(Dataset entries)
*** Block opens ***

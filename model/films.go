package model

import (
	"fmt"
	"math"
	"strings"
)

// filmCase is what a film coefficient may depend on. Temperatures: the mean of the coldest and hottest food in the step,
// and the mean of the medium over the step.
type filmCase struct {
	shape     *Shape
	size      Size
	face      *Face // of a slab, where its other face has surroundings of its own; else nil
	foodC     float64
	mediumC   float64
	airMS     float64
	altitudeM float64
}

func (c *filmCase) at() string {
	return fmt.Sprintf("food surface %.1f °C, air %.1f °C", c.foodC, c.mediumC)
}

// airFilm is convection in air over a shape, without radiation: free, or the larger of free and forced.
type airFilm struct {
	lengthM, airMS, totalPa float64
	free, forced            *correlation // forced: nil in still air, and below its range
	below                   *correlation // the forced one that is left out because the air is too slow for it; nil usually
	lies                    *Face        // the face of a slab that free convection is told apart for; nil: as free says
	nodes                   []airNode    // what the film is interpolated from; nil: it is worked out each time
}

// airNode is what a film depends on at one temperature of the air, made when it is first asked for.
type airNode struct {
	ready   bool
	kL      float64 // conductivity by length, W/(m²·K)
	b, d    float64 // of free convection, by the difference in K: see freeBy
	mostK   float64 // difference at which free convection leaves its range
	layerW  float64 // film of air that lies still in layers, at a difference of 1 K; 0 if none counts
	layerK  float64 // difference at which such a film leaves its range
	forcedW float64 // film of forced convection, W/(m²·K); 0 if none counts
}

// Air nodes: 4 K apart, so that a cubic through four of them is within 1e-7 of the formulas.
const airNodesFromC, airNodeK, airNodes = -48, 4, 100

// newAirFilm takes the correlations that fit a case. Whether the air is too slow for the forced one is decided by the air alone, so that
// the film does not jump while the surface warms.
func newAirFilm(moving bool, c *filmCase) *airFilm {
	free, forced := c.shape.inFluid(&c.size)
	f := &airFilm{lengthM: c.shape.acrossFlowM(&c.size), totalPa: pressurePa(c.altitudeM), free: free, nodes: make([]airNode, airNodes)}
	if c.shape.flat() {
		f.lies = c.face
	}
	if !moving {
		return f
	}
	f.airMS, f.forced = c.airMS, forced
	if a := airOf(c.mediumC, f.totalPa); f.reynolds(&a) < f.forced.least(a.pr()) {
		f.below, f.forced = f.forced, nil
	}
	if a := airOf(airLowC, f.totalPa); f.forced != nil && f.reynolds(&a) > f.forced.most { // it turns level somewhere
		f.nodes = nil
	}
	return f
}

func (f *airFilm) reynolds(a *air) float64 { return f.airMS * f.lengthM / a.nu() }

func (f *airFilm) rayleigh(a *air, differenceK float64) float64 {
	return gravity * a.beta * math.Abs(differenceK) * f.lengthM * f.lengthM * f.lengthM / (a.nu() * a.nu()) * a.pr()
}

const gravity = 9.80665 // m/s²

// layered tells whether air lies in layers on a face of a slab: cold air on a cold upper face, warm air under a warm lower one. Both faces
// together, or the other direction, take the cylinder's film: it is within 10 % of the mean of the two faces of a plate, and below that of the
// face on which air rises or falls.
func (f *airFilm) layered(surfaceC, airC float64) bool {
	return f.lies == Top && surfaceC < airC || f.lies == Underside && surfaceC > airC
}

// plateSide is a plate's length, its area by its edge, as a share of the side of a square one.
const plateSide = 1.0 / 4

// layer is the film of air that lies in layers, W/(m²·K).
func (f *airFilm) layer(a *air, differenceK float64) float64 {
	return freeLayered.nusselt(min(f.layerRayleigh(a, differenceK), freeLayered.most), a.pr()) * a.k / (f.lengthM * plateSide)
}

// layerRayleigh is the Rayleigh number on a plate's length.
func (f *airFilm) layerRayleigh(a *air, differenceK float64) float64 {
	return f.rayleigh(a, differenceK) * plateSide * plateSide * plateSide
}

// at gives the film in W/(m²·K), with the air at the mean of surface and medium.
func (f *airFilm) at(surfaceC, airC float64) float64 {
	x := (max((surfaceC+airC)/2, airLowC) - airNodesFromC) / airNodeK
	if !(x >= 1 && x < float64(len(f.nodes)-2)) {
		w, _ := f.which(surfaceC, airC)
		return w
	}
	i := int(x)
	near := f.nodes[i-1 : i+3]
	for j := range near {
		if !near[j].ready {
			f.ready(&near[j], airNodesFromC+airNodeK*float64(i-1+j))
		}
	}
	u := x - float64(i) // Lagrange's cubic
	weights := [4]float64{-u * (u - 1) * (u - 2) / 6, (u + 1) * (u - 1) * (u - 2) / 2, -(u + 1) * u * (u - 2) / 2, (u + 1) * u * (u - 1) / 6}
	var n airNode
	for j, w := range weights {
		n.kL += w * near[j].kL
		n.b += w * near[j].b
		n.d += w * near[j].d
		n.mostK += w * near[j].mostK
		n.layerW += w * near[j].layerW
		n.layerK += w * near[j].layerK
		n.forcedW += w * near[j].forcedW
	}
	if f.layered(surfaceC, airC) {
		return max(n.layerW*math.Sqrt(math.Sqrt(min(math.Abs(surfaceC-airC), n.layerK))), n.forcedW)
	}
	return max(n.kL*f.free.by(n.b, n.d, min(math.Abs(surfaceC-airC), n.mostK)), n.forcedW)
}

// ready makes a node at a temperature of the air.
func (f *airFilm) ready(n *airNode, tC float64) {
	a := airOf(tC, f.totalPa)
	ra := f.rayleigh(&a, 1)
	*n = airNode{ready: true, kL: a.k / f.lengthM, mostK: f.free.most / ra}
	n.b, n.d = f.free.perK(ra, a.pr())
	if f.lies != nil {
		n.layerW, n.layerK = f.layer(&a, 1), freeLayered.most/f.layerRayleigh(&a, 1)
	}
	if f.forced != nil {
		n.forcedW = f.forced.nusselt(f.reynolds(&a), a.pr()) * n.kL
	}
}

// which also tells the correlation that decides.
func (f *airFilm) which(surfaceC, airC float64) (w float64, by *correlation) {
	a := airOf(max((surfaceC+airC)/2, airLowC), f.totalPa)
	ra := f.rayleigh(&a, surfaceC-airC)
	w, by = f.free.nusselt(min(ra, f.free.most), a.pr())*a.k/f.lengthM, f.free
	if f.layered(surfaceC, airC) {
		w, by = f.layer(&a, surfaceC-airC), &freeLayered
	}
	if f.forced == nil {
		return w, by
	}
	if forced := f.forced.nusselt(min(f.reynolds(&a), f.forced.most), a.pr()) * a.k / f.lengthM; forced >= w {
		return forced, f.forced
	}
	return w, by
}

// words describes the correlation that decides at a state, in its range.
func (f *airFilm) words(surfaceC, airC float64) string {
	_, by := f.which(surfaceC, airC)
	at := fmt.Sprintf("%.0f mm", 1000*f.lengthM)
	if by == f.forced {
		at = fmt.Sprintf("at %.2g m/s, %.0f mm", f.airMS, 1000*f.lengthM)
	}
	return fmt.Sprintf("%s %s", by.name, at)
}

// beyond says where a state between two surface temperatures leaves the range of a correlation, and what was done; "" if none does.
func (f *airFilm) beyond(lowC, highC, airC float64) string {
	var says []string
	add := func(format string, args ...any) { says = append(says, fmt.Sprintf(format, args...)) }
	if f.below != nil {
		add("air of %.2g m/s is below the range of %s, so that it counts as still", f.airMS, f.below.name)
	}
	cold, hot := airOf(max((lowC+airC)/2, airLowC), f.totalPa), airOf((highC+airC)/2, f.totalPa)
	if f.forced != nil && f.reynolds(&cold) > f.forced.most {
		add("Reynolds number %.2g is above the range of %s (%.2g), %s", f.reynolds(&cold), f.forced.name, f.forced.most, f.forced.held)
	}
	above := func(ra float64, free *correlation) {
		if ra > free.most {
			add("Rayleigh number %.2g is above the range of %s (%.2g), whose value there is kept, which is low", ra, free.name, free.most)
		}
	}
	rises, lies := 0.0, 0.0 // the largest Rayleigh number of air that moves over the face, and of air in layers on it
	for _, end := range []struct {
		a        *air
		surfaceC float64
	}{{&cold, lowC}, {&hot, highC}} {
		if f.layered(end.surfaceC, airC) {
			lies = max(lies, f.layerRayleigh(end.a, end.surfaceC-airC))
		} else {
			rises = max(rises, f.rayleigh(end.a, end.surfaceC-airC))
		}
	}
	above(rises, f.free)
	above(lies, &freeLayered)
	if (lowC+airC)/2 < airLowC || (highC+airC)/2 > airHighC {
		add("air properties are known from %d to %d °C (mean of surface and air); below, those of the low end are taken, above, the formulas go on", airLowC, airHighC)
	}
	return strings.Join(says, "; ")
}

// stillAir gives the film of free convection in air without radiation.
func stillAir(c *filmCase) (w float64, source string) {
	return newAirFilm(false, c).stated(c)
}

// movingAir gives the film of forced convection in air without radiation, never less than that of still air.
func movingAir(c *filmCase) (w float64, source string) {
	return newAirFilm(true, c).stated(c)
}

func (f *airFilm) stated(c *filmCase) (w float64, source string) {
	return f.at(c.foodC, c.mediumC), f.words(c.foodC, c.mediumC) + ", without radiation; " + c.at()
}

// stated makes a film that does not depend on the case.
func stated(w float64, source string) func(*filmCase) (float64, string) {
	return func(*filmCase) (float64, string) { return w, source }
}

// innerWords tells of the film inside a vessel.
var innerWords = fmt.Sprintf("; inside the vessel %g W/(m²·K) in series, stated low: textbooks give 50 to 100 for liquids left still (Çengel, Heat Transfer, typical values), and stirring makes it more", innerW)

// filmFactor is what multiplies a film that is worked out.
func (e *Exposure) filmFactor() float64 {
	if e.FilmFactor == 0 {
		return 1
	}
	return e.FilmFactor
}

// filmUsed tells how an exposure meets the food.
func (e *Exposure) filmUsed(face *Face, c *filmCase) FilmUsed {
	u := FilmUsed{Face: face}
	switch {
	case e.Surface.NoMedium:
		u.Source = "no heat passes"
		return u
	case e.FilmW != nil:
		u.FilmW, u.Typed = *e.FilmW, true
		u.Source = "typed by the user: it stands for everything that happens at the surface"
	case e.Surface.Fixed():
		u.FilmW, u.Source = e.Surface.film(c)
		u.Typed = len(e.Surface.Needs) > 0
	default:
		u.FilmW, u.Source = e.Surface.film(c)
		u.FilmW *= e.filmFactor()
		u.Caution = "film coefficient assumed, not measured"
	}
	if e.innerFilm(c) {
		u.Source += innerWords
		if u.Caution == "" {
			u.Caution = "film inside the vessel assumed, not measured"
		}
	}
	u.TotalW = 1 / (1/u.FilmW + e.seriesM2KW(c))
	return u
}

*** Block closes ***

* Exercise aim *
What the task asks for is a word-for-word repeat of the lines above, from the first through the one containing "first asked for.".

* Exercise result *
filename model/films.go
package model

import (
	"fmt"
	"math"
	"strings"
)

// filmCase is what a film coefficient may depend on. Temperatures: the mean of the coldest and hottest food in the step,
// and the mean of the medium over the step.
type filmCase struct {
	shape     *Shape
	size      Size
	face      *Face // of a slab, where its other face has surroundings of its own; else nil
	foodC     float64
	mediumC   float64
	airMS     float64
	altitudeM float64
}

func (c *filmCase) at() string {
	return fmt.Sprintf("food surface %.1f °C, air %.1f °C", c.foodC, c.mediumC)
}

// airFilm is convection in air over a shape, without radiation: free, or the larger of free and forced.
type airFilm struct {
	lengthM, airMS, totalPa float64
	free, forced            *correlation // forced: nil in still air, and below its range
	below                   *correlation // the forced one that is left out because the air is too slow for it; nil usually
	lies                    *Face        // the face of a slab that free convection is told apart for; nil: as free says
	nodes                   []airNode    // what the film is interpolated from; nil: it is worked out each time
}

// airNode is what a film depends on at one temperature of the air, made when it is first asked for.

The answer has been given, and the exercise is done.